= Required work =
Could you find every line in the records below that contains the word "slow" and copy it?

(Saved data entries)
@pytest.mark.parametrize("case", ["zip_bomb", "many_parts", "entity_expansion", "char_ref_external_link",
                                  "malformed_xml"])
def test_a_hostile_workbook_is_refused_by_changes_and_previous_with_its_reason(tmp_path, hostile_book,
                                                                               hostile_workbooks, case):
    path, words = hostile_workbooks[case]
    with pytest.raises(NotAWorkbook) as changes:
        export_changes(path, tmp_path / "c.csv")
    with pytest.raises(PreviousWorkbookUnreadable) as previous:
        build(hostile_book / "in", tmp_path / "b.xlsx", built_on=BUILT_ON, previous=path)
    assert (words, words) == (words if words in str(changes.value) else str(changes.value),
                              words if words in str(previous.value) else str(previous.value))
    assert [] == sorted(p.name for p in tmp_path.iterdir())


_MEASURE = r"""
import json, sys
from benchmarks.children import peak_mb
from sheetbuilder.cli import main
codes = {}
for name, path in json.loads(sys.argv[1]).items():
    codes[name] = (main(["changes", path, "-o", sys.argv[2] + "/c.csv"]),
                   main(["build", sys.argv[3], "-o", sys.argv[2] + "/b.xlsx", "--previous", path, "-q"]))
print(json.dumps({"codes": codes, "peak_mb": peak_mb()}))  # its own peak, not pytest's (ru_maxrss inherits it)
"""


@pytest.mark.slow
def test_hostile_workbooks_are_refused_by_the_commands_under_the_memory_limit(tmp_path, hostile_book,
                                                                              hostile_workbooks):
    paths = {name: str(p) for name, (p, _) in hostile_workbooks.items()}
    assert all(Path(p).stat().st_size <= 10 * 2**20 for p in paths.values())
    proc = subprocess.run([sys.executable, "-c", _MEASURE, json.dumps(paths), str(tmp_path), str(hostile_book / "in")],
                          capture_output=True, text=True, env={**os.environ, "PYTHONPATH": str(ROOT)}, timeout=600)
    assert "Traceback" not in proc.stderr, proc.stderr
    result = json.loads(proc.stdout.strip().splitlines()[-1])
    assert {name: [1, 1] for name in paths} == result["codes"]
    print(f"peak memory of changes and --previous on the hostile workbooks: {result['peak_mb']:.0f} MB")
    assert result["peak_mb"] < MEMORY_LIMIT_MB, result


def test_a_hyperlink_in_a_saved_workbook_is_not_an_external_link(tmp_path):
    parts = _parts_of_valid_catalog()
    parts["xl/worksheets/_rels/sheet1.xml.rels"] = (
        b'<?xml version="1.0"?><Relationships xmlns="http://schemas.openxmlformats.org/package/2006/relationships">'
        b'<Relationship Id="rId1" Type="http://schemas.openxmlformats.org/officeDocument/2006/relationships/'
        b'hyperlink" Target="https://example.invalid/" TargetMode="External"/></Relationships>')
    path = tmp_path / "linked.xlsx"
    path.write_bytes(zip_bytes(parts))
    guard.check_workbook(path)  # no error: a web address in a cell is never fetched


def _parts_of_valid_catalog() -> dict[str, bytes]:
    with zipfile.ZipFile(io.BytesIO(valid_xlsx("catalog.csv"))) as z:
        return {n: z.read(n) for n in z.namelist()}


def test_a_part_that_inflates_beyond_its_declared_size_is_refused(tmp_path, monkeypatch):
    monkeypatch.setattr(guard, "CHUNK", 1024)
    parts = _parts_of_valid_catalog()
    path = tmp_path / "lying.xlsx"
    path.write_bytes(zip_bytes(parts))
    with zipfile.ZipFile(path) as z:
        entry = z.getinfo("xl/worksheets/sheet1.xml")
        with pytest.raises(guard.UnsafeWorkbook, match="inflates beyond"):
            guard._inflate(z, entry, limit=entry.file_size // 2, keep=False)


def test_a_csv_larger_than_the_limit_is_refused_before_it_is_read(tmp_path, monkeypatch):
    monkeypatch.setattr(guard, "MAX_FILE_BYTES", 1000)
    write_case(tmp_path / "in", {"search_terms.csv": _search_terms(["t"] * 50)})
    with pytest.raises(InputProblems) as caught:
        build(tmp_path / "in", tmp_path / "b.xlsx", built_on=BUILT_ON)
    assert ["search_terms.csv"] == [p.file for p in caught.value.problems if "more than" in p.message]


def test_a_csv_row_with_too_many_cells_is_refused_with_its_row(tmp_path, monkeypatch):
    monkeypatch.setattr(guard, "MAX_CSV_COLUMNS", 20)
    write_case(tmp_path / "in", {"negatives.csv": b"campaign,ad_group,term,match_type\n" + b"," * 30 + b"\n"})
    with pytest.raises(InputProblems) as caught:
        build(tmp_path / "in", tmp_path / "b.xlsx", built_on=BUILT_ON)
    assert any(p.file == "negatives.csv" and "row 2 has 31 cells" in p.message for p in caught.value.problems)


def test_running_out_of_memory_while_reading_says_so(tmp_path, monkeypatch):
    import sheetbuilder.reading.readers as readers

    def oom(path, *args):
        raise MemoryError()

    monkeypatch.setattr(readers, "read_sheets", oom)
    write_case(tmp_path / "in", {})
    with pytest.raises(InputProblems) as caught:
        build(tmp_path / "in", tmp_path / "b.xlsx", built_on=BUILT_ON)
    assert all("not enough memory" in p.message for p in caught.value.problems if p.row is None)


@hsettings(max_examples=int(os.environ.get("SAVED_FUZZ_EXAMPLES", "12")), deadline=None, database=None,
           suppress_health_check=list(HealthCheck))
@pytest.mark.slow  # moved out of the fast lane, which must stay under two minutes
@given(damaged_workbooks())
def test_a_damaged_saved_workbook_is_exported_carried_or_refused_never_a_crash(data):
    assert check_saved_case(data) in {f"{a}/{b}" for a in ("written", "refused") for b in ("written", "refused")}



def test_a_saved_workbook_without_its_catalog_sheet_is_refused_by_changes_and_previous_not_an_internal_error(tmp_path):
    # found by the fuzz above: a damaged file whose in_catalog sheet was gone reached planning and failed there
    write_case(tmp_path / "in", {})
    build(tmp_path / "in", tmp_path / "book.xlsx", built_on=BUILT_ON)
    wb = openpyxl.load_workbook(tmp_path / "book.xlsx")
    del wb["in_catalog"]
    wb.save(tmp_path / "damaged.xlsx")
    with SavedBook(tmp_path / "damaged.xlsx") as book, \
            pytest.raises(SheetbuilderError, match="in_catalog sheet is missing or empty"):
        saved_inputs(book)
    assert check_saved_case((tmp_path / "damaged.xlsx").read_bytes()) in {"refused/refused", "refused/written"}

# ---- text out as in ------------------------------------------------------------------------------------

def test_every_hostile_term_comes_back_exactly_through_changes_csv(tmp_path, hostile_book):
    export_changes(hostile_book / "book.xlsx", tmp_path / "c.csv")
    rows = read_csv_rows(tmp_path / "c.csv")
    terms = sorted(r[3] for r in rows[1:] if r[0] == "add negative")
    assert sorted(HOSTILE_TERMS) == terms


def test_every_hostile_term_comes_back_exactly_through_changes_xlsx_in_openpyxl(tmp_path, hostile_book):
    export_changes(hostile_book / "book.xlsx", tmp_path / "c.xlsx", fmt="xlsx")
    ws = openpyxl.load_workbook(tmp_path / "c.xlsx").active
    terms = sorted(r[3] for r in ws.iter_rows(min_row=2, values_only=True) if r[0] == "add negative")
    assert sorted(HOSTILE_TERMS) == terms


@pytest.mark.libreoffice
def test_every_hostile_term_comes_back_exactly_through_changes_xlsx_in_libreoffice(tmp_path, hostile_book):
    require_libreoffice()
    from test_hostile_text import read_xml_cells  # decodes the stored text as a spreadsheet program does
    export_changes(hostile_book / "book.xlsx", tmp_path / "c.xlsx", fmt="xlsx")
    saved = libreoffice_convert([tmp_path / "c.xlsx"], tmp_path / "lo")[0]
    cells = next(iter(read_xml_cells(saved).values()))
    kinds = {ref: c.text for ref, c in cells.items() if ref.startswith("A")}
    terms = sorted(cells[f"D{ref[1:]}"].text for ref, kind in kinds.items() if kind == "add negative")
    assert sorted(HOSTILE_TERMS) == terms


@pytest.mark.parametrize("name", sorted(REFUSED_TERMS))
def test_a_term_a_workbook_cannot_carry_exactly_is_refused_with_its_row(tmp_path, name):
    write_case(tmp_path / "in", {"search_terms.csv": _search_terms(["fine", REFUSED_TERMS[name]])})
    with pytest.raises(InputProblems) as caught:
        build(tmp_path / "in", tmp_path / "b.xlsx", built_on=BUILT_ON)
    assert [("search_terms.csv", 3, "search_term")] == [(p.file, p.row, p.column) for p in caught.value.problems]
    assert [] == list(p.name for p in tmp_path.iterdir() if p.name != "in")


def test_a_changed_term_a_workbook_cannot_carry_exactly_is_refused_by_changes(tmp_path, hostile_book):
    values = openpyxl.load_workbook(hostile_book / "book.xlsx", data_only=True)["Actions"]
    row = next(r[0].row for r in values.iter_rows(min_row=5) if r[0].value == "add negative")
    wb = openpyxl.load_workbook(hostile_book / "book.xlsx")
    wb["Actions"].cell(row, 4).value = "_x0041_ typed"  # as a person types it over the formula
    wb.save(tmp_path / "typed.xlsx")
    result = export_changes(tmp_path / "typed.xlsx", tmp_path / "c.csv")
    assert [("Actions", row, "Target or term")] == [(p.file, p.row, p.column) for p in result.problems]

= Result of the exercise =
@pytest.mark.slow
@pytest.mark.slow  # moved out of the fast lane, which must stay under two minutes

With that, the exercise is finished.